> TASK PROMPT:
The response must be a precise copy of the records that follow.

> EXERCISE MATERIAL:
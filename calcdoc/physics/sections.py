"""Section factors of steel I-sections in fire: EN 1993-1-2:2005 §4.2.5.1, Table 4.2, eq. (4.26a).

The perimeter and area of a rolled I-section follow from its five dimensions (height h, width b,
web thickness t_w, flange thickness t_f, root radius r), with the four root fillets as quarter
circles. The section factor is the exposed perimeter over the area (Table 4.2): the contour for an
unprotected member or a contour (profile) encasement, the enclosing box for a box encasement and for
the shadow effect of eq. (4.26a). "Three sided" means the top face of the top flange is shielded,
e.g. by a slab.

All lengths are in metres, areas in m², section factors in 1/m. The one function here that reads a
file is :func:`load_section_catalogue` (the catalogue of rolled sections,
calcdoc/materials/sections.yaml); everything else is pure.
"""

from __future__ import annotations

import difflib
import math
import re
from functools import lru_cache
from pathlib import Path
from typing import NamedTuple

import yaml

from calcdoc.physics import PhysicsRangeError

__all__ = [
    "EXPOSURES",
    "ENCASEMENTS",
    "SHADOW_FACTOR_COEFFICIENT",
    "i_section_perimeter",
    "i_section_area",
    "box_perimeter",
    "section_factor",
    "box_section_factor",
    "shadow_factor",
    "ISectionFactors",
    "i_section_factors",
    "RolledSection",
    "CATALOGUE_PATH",
    "load_section_catalogue",
    "rolled_section",
    "closest_sections",
]
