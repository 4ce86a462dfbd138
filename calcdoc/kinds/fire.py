"""Fire exposure kinds: ``fire_curve`` and ``steel_member_heating`` (docs/format.md).

A fire is passed between blocks as the curve itself: a ``fire_curve`` block publishes its
:class:`~calcdoc.physics.firecurves.FireCurve` as the object of its ``temperature`` series, and a
heated block takes it with ``fire: {ref: "FC1.fire.temperature"}`` or names a nominal curve inline
with ``fire: standard``. :class:`FireField` is that input type; other fire kinds import it from
here, with :func:`exposure_duration`, :func:`fire_convection`, :func:`fire_description` and
:data:`FIRE_CAUTION`.

Both kinds record data only (:mod:`calcdoc.data`): each curve's equation is a step at a
characteristic time, Annex A's quantities are steps, the steel heating shows its first explicit
increment with the numbers, and what a stepped solution gives (a time to a temperature, a
maximum) is a statement. A steel member given by its ``section`` rather than its section factor
first works out the section factor and the shadow factor as steps (``_steel_section``).
Figures are :class:`~calcdoc.data.FigureData`.
"""

from __future__ import annotations

import dataclasses
import math
from dataclasses import dataclass

import numpy as np

from calcdoc.data import (ABSOLUTE, DIFFERENCE, Axis, FigureData, Line, Mark, Phrase, Point,
                          Value, phrase)
from calcdoc.errors import InputError, MissingInput
from calcdoc.kinds._steel_section import SECTION_INPUT_NAMES, SectionFactors, section_steps
from calcdoc.kinds._steel_section import section_input
from calcdoc.kinds.base import (Choice, Field, InputRecord, InvalidInput, Kind, MaterialField,
                                Quantity, Record, ResultSpec, Text, did_you_mean)
from calcdoc.located import plain
from calcdoc.physics import MAX_DURATION
from calcdoc.physics.firecurves import (AMBIENT_TEMPERATURE, DEFAULT_DURATION, NAMED_FIRES,
                                        FireCurve, named_fire, parametric_fire, tabulated_fire)
from calcdoc.physics.sections import ENCASEMENTS
from calcdoc.physics.sections import EXPOSURES as SECTION_EXPOSURES
from calcdoc.physics.steel import (MINIMUM_UTILISATION, PROTECTED_MAX_TIME_STEP, STEEL_DENSITY,
                                   STEEL_TEMPERATURE_RANGE,
                                   UNPROTECTED_MAX_TIME_STEP,
                                   critical_temperature_from_utilisation, net_heat_flux,
                                   protected_steel_heating, protected_temperature_increment,
                                   protection_capacity_ratio, specific_heat_carbon_steel,
                                   temperature_at_time, time_to_temperature,
                                   unprotected_steel_heating, unprotected_temperature_increment)

__all__ = ["KINDS", "FireField", "exposure_duration", "fire_convection", "fire_description",
           "FIRE_CAUTION"]

#: The caution printed with every fire result (DESIGN.md, Safety).
FIRE_CAUTION = ("This calculation supports, and does not replace, the judgement of a licensed "
                "engineer and the requirements of the local code and the authority having "
                "jurisdiction.")

_NAMED_TEXT = " | ".join(NAMED_FIRES)
_FIRE_EXPECTED = (f"a named curve ({_NAMED_TEXT}) or {{ref: \"SHEET.block.temperature\"}} to a "
                  "fire_curve block")
_CURVE_WORDS = {"standard": "standard temperature-time curve",
                "external": "external fire curve",
                "hydrocarbon": "hydrocarbon curve",
                "tabulated": "tabulated curve",
                "parametric": "parametric fire"}

_KELVIN = 273.15
_TIME = dict(unit="s", display="min")


#: The clause of each curve, and of its convection coefficient, as cited beside a step or note
#: (a curve's own source text also states its limits; it is printed with the input).
_CURVE_CLAUSE = {"standard": "EN 1991-1-2:2002 §3.2.1, eq. (3.4)",
                 "external": "EN 1991-1-2:2002 §3.2.2, eq. (3.5)",
                 "hydrocarbon": "EN 1991-1-2:2002 §3.2.3, eq. (3.6)",
                 "parametric": "EN 1991-1-2:2002 Annex A"}
_CONVECTION_CLAUSE = {"standard": "EN 1991-1-2:2002 §3.2.1",
                      "external": "EN 1991-1-2:2002 §3.2.2",
                      "hydrocarbon": "EN 1991-1-2:2002 §3.2.3",
                      "parametric": "EN 1991-1-2:2002 §3.3.1.1"}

> OUTPUT OF THE EXERCISE:
filename calcdoc/physics/sections.py
"""Section factors of steel I-sections in fire: EN 1993-1-2:2005 §4.2.5.1, Table 4.2, eq. (4.26a).

The perimeter and area of a rolled I-section follow from its five dimensions (height h, width b,
web thickness t_w, flange thickness t_f, root radius r), with the four root fillets as quarter
circles. The section factor is the exposed perimeter over the area (Table 4.2): the contour for an
unprotected member or a contour (profile) encasement, the enclosing box for a box encasement and for
the shadow effect of eq. (4.26a). "Three sided" means the top face of the top flange is shielded,
e.g. by a slab.

All lengths are in metres, areas in m², section factors in 1/m. The one function here that reads a
file is :func:`load_section_catalogue` (the catalogue of rolled sections,
calcdoc/materials/sections.yaml); everything else is pure.
"""

from __future__ import annotations

import difflib
import math
import re
from functools import lru_cache
from pathlib import Path
from typing import NamedTuple

import yaml

from calcdoc.physics import PhysicsRangeError

__all__ = [
    "EXPOSURES",
    "ENCASEMENTS",
    "SHADOW_FACTOR_COEFFICIENT",
    "i_section_perimeter",
    "i_section_area",
    "box_perimeter",
    "section_factor",
    "box_section_factor",
    "shadow_factor",
    "ISectionFactors",
    "i_section_factors",
    "RolledSection",
    "CATALOGUE_PATH",
    "load_section_catalogue",
    "rolled_section",
    "closest_sections",
]
repository 4ce86a462dfbd138
filename calcdoc/kinds/fire.py
"""Fire exposure kinds: ``fire_curve`` and ``steel_member_heating`` (docs/format.md).

A fire is passed between blocks as the curve itself: a ``fire_curve`` block publishes its
:class:`~calcdoc.physics.firecurves.FireCurve` as the object of its ``temperature`` series, and a
heated block takes it with ``fire: {ref: "FC1.fire.temperature"}`` or names a nominal curve inline
with ``fire: standard``. :class:`FireField` is that input type; other fire kinds import it from
here, with :func:`exposure_duration`, :func:`fire_convection`, :func:`fire_description` and
:data:`FIRE_CAUTION`.

Both kinds record data only (:mod:`calcdoc.data`): each curve's equation is a step at a
characteristic time, Annex A's quantities are steps, the steel heating shows its first explicit
increment with the numbers, and what a stepped solution gives (a time to a temperature, a
maximum) is a statement. A steel member given by its ``section`` rather than its section factor
first works out the section factor and the shadow factor as steps (``_steel_section``).
Figures are :class:`~calcdoc.data.FigureData`.
"""

from __future__ import annotations

import dataclasses
import math
from dataclasses import dataclass

import numpy as np

from calcdoc.data import (ABSOLUTE, DIFFERENCE, Axis, FigureData, Line, Mark, Phrase, Point,
                          Value, phrase)
from calcdoc.errors import InputError, MissingInput
from calcdoc.kinds._steel_section import SECTION_INPUT_NAMES, SectionFactors, section_steps
from calcdoc.kinds._steel_section import section_input
from calcdoc.kinds.base import (Choice, Field, InputRecord, InvalidInput, Kind, MaterialField,
                                Quantity, Record, ResultSpec, Text, did_you_mean)
from calcdoc.located import plain
from calcdoc.physics import MAX_DURATION
from calcdoc.physics.firecurves import (AMBIENT_TEMPERATURE, DEFAULT_DURATION, NAMED_FIRES,
                                        FireCurve, named_fire, parametric_fire, tabulated_fire)
from calcdoc.physics.sections import ENCASEMENTS
from calcdoc.physics.sections import EXPOSURES as SECTION_EXPOSURES
from calcdoc.physics.steel import (MINIMUM_UTILISATION, PROTECTED_MAX_TIME_STEP, STEEL_DENSITY,
                                   STEEL_TEMPERATURE_RANGE,
                                   UNPROTECTED_MAX_TIME_STEP,
                                   critical_temperature_from_utilisation, net_heat_flux,
                                   protected_steel_heating, protected_temperature_increment,
                                   protection_capacity_ratio, specific_heat_carbon_steel,
                                   temperature_at_time, time_to_temperature,
                                   unprotected_steel_heating, unprotected_temperature_increment)

__all__ = ["KINDS", "FireField", "exposure_duration", "fire_convection", "fire_description",
           "FIRE_CAUTION"]

#: The caution printed with every fire result (DESIGN.md, Safety).
FIRE_CAUTION = ("This calculation supports, and does not replace, the judgement of a licensed "
                "engineer and the requirements of the local code and the authority having "
                "jurisdiction.")

_NAMED_TEXT = " | ".join(NAMED_FIRES)
_FIRE_EXPECTED = (f"a named curve ({_NAMED_TEXT}) or {{ref: \"SHEET.block.temperature\"}} to a "
                  "fire_curve block")
_CURVE_WORDS = {"standard": "standard temperature-time curve",
                "external": "external fire curve",
                "hydrocarbon": "hydrocarbon curve",
                "tabulated": "tabulated curve",
                "parametric": "parametric fire"}

_KELVIN = 273.15
_TIME = dict(unit="s", display="min")


#: The clause of each curve, and of its convection coefficient, as cited beside a step or note
#: (a curve's own source text also states its limits; it is printed with the input).
_CURVE_CLAUSE = {"standard": "EN 1991-1-2:2002 §3.2.1, eq. (3.4)",
                 "external": "EN 1991-1-2:2002 §3.2.2, eq. (3.5)",
                 "hydrocarbon": "EN 1991-1-2:2002 §3.2.3, eq. (3.6)",
                 "parametric": "EN 1991-1-2:2002 Annex A"}
_CONVECTION_CLAUSE = {"standard": "EN 1991-1-2:2002 §3.2.1",
                      "external": "EN 1991-1-2:2002 §3.2.2",
                      "hydrocarbon": "EN 1991-1-2:2002 §3.2.3",
                      "parametric": "EN 1991-1-2:2002 §3.3.1.1"}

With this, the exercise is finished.